Abstract

The obligation to decommission oil and gas facilities and rehabilitate a petroleum operation area typically arises when a producer or titleholder wishes to exit the field or title. It is a costly but necessary condition and a consequence of being granted the right to extract the resource. The issue is not necessarily confined to the field life ending, but is also a pertinent consideration in an ownership transfer transaction that can happen at any stage of a project’s lifecycle. This is especially so given present regulatory uncertainty over a titleholder’s ongoing liability for any unsatisfied decommissioning responsibilities after transferring the title to another party. When considering decommissioning and rehabilitation options, strategies and timing, it is important to understand the Australian income tax and petroleum resource rent tax implications and their effect on the after-tax costs of undertaking those activities and the economics of the project as a whole.
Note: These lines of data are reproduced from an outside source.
/** One show in one mode: whoever is there, what was ordered, what is on the wall. */
export class Room {
  readonly seats = new Set<Seat>();
  private state: ShowState;
  private readonly events: ShowEvent[] = [];
  private readonly answers = new Map<string, Answered>();
  private readonly displays: RoomDisplays;
  private show: HubShow;
  private scenes: ReadonlyMap<string, KnownScene> = new Map();
  private screens: ReadonlySet<string> = new Set();
  private phases: ReadonlySet<string> = new Set();
  private sinceSnapshot = 0;
  private readonly timers = new Map<string, ReturnType<typeof setTimeout>>();
  private readonly seenAt = new Map<string, number>();
  private readonly speakers = new Speakers();
  readonly kind: RoomKind;
  private closing = false;

  constructor(private readonly parts: RoomParts) {
    this.state = parts.opened.state;
    this.kind = parts.room;
    this.show = parts.show;
    this.displays = new RoomDisplays(
      parts.room === 'live' ? Object.keys(parts.show.displayNames) : [],
      parts.opened.wall,
    );
    for (const id of parts.opened.commandIds) this.answers.set(id, { landsAt: null, kept: true });
    this.readShow();
  }

  /** Looks up once what every command asks for. */
  private readShow(): void {
    this.screens = new Set(this.show.manifest.screens.map(({ id }) => id));
    this.phases = new Set(this.show.phaseIds);
    this.scenes = new Map(
      this.show.manifest.scenes.map(({ id, version, body }) => [
        id,
        { version, transition: body.transition, dials: body.dials.map(({ value }) => value) },
      ]),
    );
  }

  /** Whose show it is. */
  get crewId(): string {
    return this.show.crewId;
  }

  /** Takes a seat that has said hello. */
  join(seat: Seat, hello: Extract<ToHub, { type: 'hello' }>): void {
    if (hello.protocol !== protocolVersion) return seat.close(closeCodes.versionMismatch, 'version');
    if (this.closing) return seat.close(closeCodes.shuttingDown, 'shutting down');
    const again = seat.ready;
    seat.ready = true;
    this.seats.add(seat);
    if (seat.who.kind === 'display' && !again) {
      this.displays.setConnected(seat.who.displayId, true, hubNow());
      this.later('displays', statusMs, () => this.tellDisplays());
    }
    const missed = this.missedSince(hello);
    if (missed) seat.send({ type: 'resume', events: missed, hubNow: hubNow() });
    else this.welcome(seat);
    if (seat.who.kind === 'crew') {
      if (missed) this.catchUp(seat);
      for (const picture of this.displays.latestPictures()) seat.send({ type: 'picture', picture });
    } else if (missed) seat.send({ type: 'manifest', manifest: this.show.manifest });
  }

  /** What a resumed page of the crew may have missed besides events. */
  private catchUp(seat: Seat): void {
    seat.send({ type: 'manifest', manifest: this.show.manifest });
    seat.send(this.displaysMessage());
    seat.send({ type: 'wall', wall: this.displays.wall() });
    seat.send({ type: 'mode', mode: this.show.mode });
    seat.send({ type: 'durable', durable: this.parts.journal.durable() });
  }

  private missedSince({
    epoch,
    revision,
  }: {
    epoch: number | null;
    revision: number | null;
  }): ShowEvent[] | null {
    if (epoch !== this.state.epoch || revision === null || revision > this.state.revision) return null;
    const first = this.events[0]?.revision ?? this.state.revision + 1;
    if (revision < first - 1) return null;
    return this.events.filter((event) => event.revision > revision);
  }

  private welcome(seat: Seat): void {
    const { maps, displayNames, manifest, mode } = this.show;
    const own = seat.who.kind === 'display' ? seat.who.displayId : null;
    const pick = <T>(all: Record<string, T>): Record<string, T> =>
      own === null ? all : Object.fromEntries(Object.entries(all).filter(([id]) => id === own));
    seat.send({
      type: 'welcome',
      protocol: protocolVersion,
      principal: seat.principal === 'anyone' ? 'display' : seat.principal,
      displayId: own,
      state: this.state,
      manifest,
      maps: pick(maps),
      displayNames: pick(displayNames),
      displays: own === null ? this.displays.statuses() : [],
      wall: own === null ? this.displays.wall() : [],
      mode,
      hubNow: hubNow(),
      durable: this.parts.journal.durable(),
    });
  }

  /** A seat is gone. Its simulated displays go with it. */
  leave(seat: Seat): void {
    if (!this.seats.delete(seat)) return;
    if (seat.who.kind === 'display') {
      const { displayId } = seat.who;
      const elsewhere = [...this.seats].some((other) => other.by === displayId);
      if (!elsewhere) this.displays.setConnected(displayId, false, hubNow());
    } else for (const displayId of this.speakers.leave(seat)) this.displays.forget(displayId);
    this.later('displays', statusMs, () => this.tellDisplays());
  }

  private context(seat: Seat, now: number): DecideContext {
    return {
      now,
      lead: this.displays.lead(),
      principal: seat.principal,
      mode: this.show.mode,
      scenes: this.scenes,
      screens: this.screens,
      phases: this.phases,
      displays: new Set(this.displays.statuses().map(({ displayId }) => displayId)),
      makeRun: () => ({ runId: randomBytes(9).toString('base64url'), seed: randomInt(2 ** 31) }),
    };
  }

  /** Orders, stamps, applies and answers one command. */
  command(seat: Seat, command: Command): void {
    const { id: commandId, body } = command;
    const now = hubNow();
    const before = this.answers.get(commandId);
    if (before) return this.repeat(seat, commandId, before, now);
    const draft = body.kind === 'map.draft';
    if (this.closing) return this.refuse(seat, commandId, 'shutting-down');
    if (!(draft ? seat.within.draft(now) : seat.within.command(now)))
      return this.refuse(seat, commandId, 'too-many');
    const decision = decide(this.state, command, this.context(seat, now));
    if ('refusal' in decision) return this.refuse(seat, commandId, decision.refusal);
    if (transientKinds.has(body.kind)) return this.passOn(seat, command);
    const [event] = decision.events.map((made) => this.stamp(made, now, commandId, seat.by));
    if (!event) return seat.send({ type: 'taken', commandId, revision: null, landsAt: null });
    const landsAt = event.body.kind === 'scene.fired' ? event.body.run.landsAt : null;
    seat.send({ type: 'taken', commandId, revision: event.revision, landsAt });
    const kept = this.keep(event);
    this.remember(commandId, { landsAt, kept });
    void kept.then((sure) => seat.send({ type: 'kept', commandId, kept: sure }));
  }

  /** Answers a command that was taken before, perhaps over another socket. */
  private repeat(seat: Seat, commandId: string, { landsAt, kept }: Answered, now: number): void {
    if (!seat.within.other(now)) return;
    seat.send({ type: 'taken', commandId, revision: null, landsAt });
    void Promise.resolve(kept).then((sure) => seat.send({ type: 'kept', commandId, kept: sure }));
  }

  private refuse(seat: Seat, commandId: string, code: RefusalCode): void {
    seat.send({ type: 'refused', commandId, code, words: refusalWords[code] });
  }

  private remember(commandId: string, answer: Answered): void {
    this.answers.set(commandId, answer);
    const oldest = this.answers.size > keptAnswers ? this.answers.keys().next().value : undefined;
    if (oldest !== undefined) this.answers.delete(oldest);
  }

  /** Applies an event and tells everybody. The picture changes before the disk has it. */
  private stamp(body: EventBody, at: number, commandId: string | null, by: string | null): ShowEvent {
    const { epoch, revision } = this.state;
    const event: ShowEvent = { epoch, revision: revision + 1, at, commandId, by, body };
    this.state = reduce(this.state, event);
    this.events.push(event);
    if (this.events.length > keptEvents) this.events.splice(0, this.events.length - keptEvents);
    this.broadcast({ type: 'event', event });
    return event;
  }

  private async keep(event: ShowEvent): Promise<boolean> {
    const { showId, room } = this.parts;
    const kept = await this.parts.journal.append({ ...event, showId, room });
    this.sinceSnapshot += 1;
    // Beside the answer, never before it.
    if (this.sinceSnapshot >= snapshotEvery) void this.snapshot();
    return kept;
  }

  /** Writes the state down so that the next start reads little. Not needed for safety: events are. */
  async snapshot(): Promise<void> {
    if (this.sinceSnapshot === 0 || this.parts.journal.durable() !== 'database') return;
    this.sinceSnapshot = 0;
    await this.parts.journal.flush();
    await this.parts.store
      .snapshot(this.state)
      .catch((error: unknown) => this.parts.log.warn({ err: error }, 'no snapshot was written'));
  }

  /** What is passed on and forgotten: to the display it is for, and to the crew's other pages. */
  private passOn(seat: Seat, { id: commandId, body }: Command): void {
    const message: FromHub | null =
      body.kind === 'map.draft'
        ? { type: 'draft', displayId: body.displayId, map: body.map, by: seat.by }
        : body.kind === 'display.reload'
          ? { type: 'reload', displayId: body.displayId }
          : null;
    if (message && 'displayId' in message)
      this.broadcast(
        message,
        (other) => other !== seat && (other.who.kind === 'crew' || other.by === message.displayId),
      );
    seat.send({ type: 'taken', commandId, revision: null, landsAt: null });
  }

  /** Encodes once, sends to all that have been welcomed. */
  broadcast(message: FromHub, to: (seat: Seat) => boolean = () => true): void {
    let frame: Buffer | null = null;
    for (const seat of this.seats) {
      if (!seat.ready || !to(seat)) continue;
      if (!frame) {
        frame = encode(message);
        this.parts.onEncode?.();
      }
      seat.sendFrame(frame);
    }
  }

  private toCrew(message: FromHub): void {
    this.broadcast(message, (seat) => seat.who.kind === 'crew');
  }

  /** Whether a seat may speak for a display: itself, or a simulated one in the rehearsal. */
  speaksFor(seat: Seat, displayId: string): boolean {
    if (seat.who.kind === 'display') return seat.who.displayId === displayId;
    return this.parts.room === 'rehearsal' && displayId.startsWith('sim-');
  }

  /** A report of a display that the seat speaks for. */
  report(seat: Seat, message: Report, displayId: string): void {
    const now = hubNow();
    if (seat.who.kind === 'crew' && !this.speakers.admit(seat, displayId)) return;
    if (message.type === 'vitals') {
      this.displays.vitals(message.vitals, seat.who.kind === 'crew', now);
      if (seat.who.kind === 'display') this.noteSeen(displayId, message.vitals.raster, now);
      this.later('displays', statusMs, () => this.tellDisplays());
    } else if (message.type === 'picture') {
      if (!this.screens.has(message.picture.screenId)) return;
      if (this.displays.picture(message.picture, now)) this.toCrew(message);
    } else {
      const { showId, room, store, log } = this.parts;
      const rows = this.displays.drawn(message.drawn, showId, room, (id) => this.screens.has(id));
      this.later('wall', wallMs, () => this.toCrew({ type: 'wall', wall: this.displays.wall() }));
      const seq = Math.max(...rows.map((row) => row.seq));
      const logged = () => seat.send({ type: 'logged', displayId, seq });
      // A rehearsal leaves no trace in the record of the night.
      if (room === 'rehearsal') return logged();
      // Unanswered reports are sent again by the display: nothing is lost while the database is away.
      store.drawn(rows).then(logged, (error: unknown) => log.warn({ err: error }, 'drawn reports wait'));
    }
  }

  private noteSeen(displayId: string, raster: readonly [number, number], now: number): void {
    if (now - (this.seenAt.get(displayId) ?? Number.NEGATIVE_INFINITY) < 10_000) return;
    this.seenAt.set(displayId, now);
    this.parts.store
      .seen(displayId, raster)
      .catch((error: unknown) => this.parts.log.debug({ err: error }, 'last seen was not written'));
  }

  private displaysMessage(): FromHub {
    return { type: 'displays', displays: this.displays.statuses(), names: this.show.displayNames };
  }

  private tellDisplays(): void {
    this.toCrew(this.displaysMessage());
  }

  /** Does a work once, `ms` after it was first asked for. */
  private later(name: string, ms: number, work: () => void): void {
    if (this.closing || this.timers.has(name)) return;
    this.timers.set(
      name,
      setTimeout(() => {
        this.timers.delete(name);
        work();
      }, ms),
    );
  }

  /** What the database says of the show now: tells pages what has changed. */
  refresh(show: HubShow): void {
    const before = this.show;
    this.show = show;
    this.readShow();
    if (before.manifest.revision !== show.manifest.revision)
      this.broadcast({ type: 'manifest', manifest: show.manifest });
    if (before.mode !== show.mode) this.broadcast({ type: 'mode', mode: show.mode });
    if (this.parts.room === 'live') this.displays.setJoined(Object.keys(show.displayNames));
    this.tellDisplays();
    for (const [displayId, map] of Object.entries(show.maps))
      if (!before.maps[displayId]) this.broadcast({ type: 'draft', displayId, map, by: null });
  }

  /** A map has been saved: an event of the server's own, so that every page takes it over and drafts end. */
  mapSaved(displayId: string, version: number, map: OutputMap, by: string | null): void {
    this.show = { ...this.show, maps: { ...this.show.maps, [displayId]: map } };
    void this.keep(this.stamp({ kind: 'map.saved', displayId, version, map }, hubNow(), null, by));
  }

  tellDurable(durable: Durable): void {
    this.broadcast({ type: 'durable', durable });
    // What could be kept nowhere while it was away is at least part of the state that is written down now.
    if (durable === 'database') void this.snapshot();
  }

  /** The show is no more: sends everybody away. */
  end(): void {
    this.closing = true;
    for (const timer of this.timers.values()) clearTimeout(timer);
    for (const seat of this.seats) seat.close(closeCodes.gone, 'this show is gone');
  }

  /** Takes no more commands, waits until all is kept and answered, writes the state down, says goodbye. */
  async close(): Promise<void> {
    this.closing = true;
    for (const timer of this.timers.values()) clearTimeout(timer);
    await this.parts.journal.flush();
    await this.snapshot();
    for (const seat of this.seats) seat.close(closeCodes.shuttingDown, 'shutting down');
  }
}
The Australian tax system makes general provision for decommissioning and rehabilitation (including environmental protection) costs to be tax-relieved. However, this paper demonstrates that there are several inefficiencies in the Australian tax regulations and in their administration, which can often restrict or impede the ability to obtain effective tax relief. A more responsive and progressive tax policy setting is urgently needed to better accommodate the evolving nature by which decommissioning obligations and risks associated with petroleum operations are managed by industry now and into the future.